[[ Source data, beginning ]]

import { dot, type Vec3 } from '../geometry/vector.ts';
import { ELEMENT_SIZE } from './elementStiffness.ts';
import type { NodeAxes } from './model.ts';

/** A vector of space in a node's axes; as it is where there are none. */
export const intoAxes = (axes: NodeAxes | undefined, v: Vec3): Vec3 =>
  axes ? [dot(axes[0], v), dot(axes[1], v), dot(axes[2], v)] : v;

/** And back into space. */
export function outOfAxes(axes: NodeAxes | undefined, [a, b, c]: Vec3): Vec3 {
  if (!axes) return [a, b, c];
  const [p, q, r] = axes;
  return [a * p[0] + b * q[0] + c * r[0], a * p[1] + b * q[1] + c * r[1], a * p[2] + b * q[2] + c * r[2]];
}

/** Turns the 12 × 12 stiffness of an element, in place, into axes for each of its four triples: displacement and rotation at i, then at j. */
export function turnElement(K: Float64Array, axes: readonly (NodeAxes | undefined)[]): void {
  for (let triple = 0; triple < axes.length; triple++) {
    const own = axes[triple];
    if (!own) continue;
    const first = 3 * triple;
    for (let k = 0; k < ELEMENT_SIZE; k++) {
      turnThree(K, own, first * ELEMENT_SIZE + k, ELEMENT_SIZE);
    }
    for (let k = 0; k < ELEMENT_SIZE; k++) turnThree(K, own, k * ELEMENT_SIZE + first, 1);
  }
}

/** Three numbers of a row or column, from a place on, so many places apart. */
function turnThree(K: Float64Array, [p, q, r]: NodeAxes, at: number, apart: number): void {
  const x = K[at] ?? 0;
  const y = K[at + apart] ?? 0;
  const z = K[at + 2 * apart] ?? 0;
  K[at] = p[0] * x + p[1] * y + p[2] * z;
  K[at + apart] = q[0] * x + q[1] * y + q[2] * z;
  K[at + 2 * apart] = r[0] * x + r[1] * y + r[2] * z;
}

/** Of each of the four 3 × 3 blocks the size of what stands on its diagonal, in the axes of its triple: twelve numbers. */
export function diagonalIn(axes: readonly (NodeAxes | undefined)[], blocks: Float64Array): Float64Array {
  const diagonal = new Float64Array(3 * axes.length);
  for (let triple = 0; triple < axes.length; triple++)
    for (let k = 0; k < 3; k++)
      diagonal[3 * triple + k] = Math.abs(
        alongWay(blocks, 9 * triple, axes[triple]?.[k] ?? GLOBAL[k] ?? GLOBAL[0]),
      );
  return diagonal;
}

const GLOBAL: NodeAxes = [
  [1, 0, 0],
  [0, 1, 0],
  [0, 0, 1],
];

/** wᵀBw of a block that begins at a place. */
function alongWay(B: Float64Array, at: number, [x, y, z]: Vec3): number {
  return (
    x * ((B[at] ?? 0) * x + (B[at + 1] ?? 0) * y + (B[at + 2] ?? 0) * z) +
    y * ((B[at + 3] ?? 0) * x + (B[at + 4] ?? 0) * y + (B[at + 5] ?? 0) * z) +
    z * ((B[at + 6] ?? 0) * x + (B[at + 7] ?? 0) * y + (B[at + 8] ?? 0) * z)
  );
}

[[ Source data, end ]]

**Work task**
Which lines above include the word "apart"? Return each one.

**Answer box**
/** Three numbers of a row or column, from a place on, so many places apart. */
function turnThree(K: Float64Array, [p, q, r]: NodeAxes, at: number, apart: number): void {
  const y = K[at + apart] ?? 0;
  const z = K[at + 2 * apart] ?? 0;
  K[at + apart] = q[0] * x + q[1] * y + q[2] * z;
  K[at + 2 * apart] = r[0] * x + r[1] * y + r[2] * z;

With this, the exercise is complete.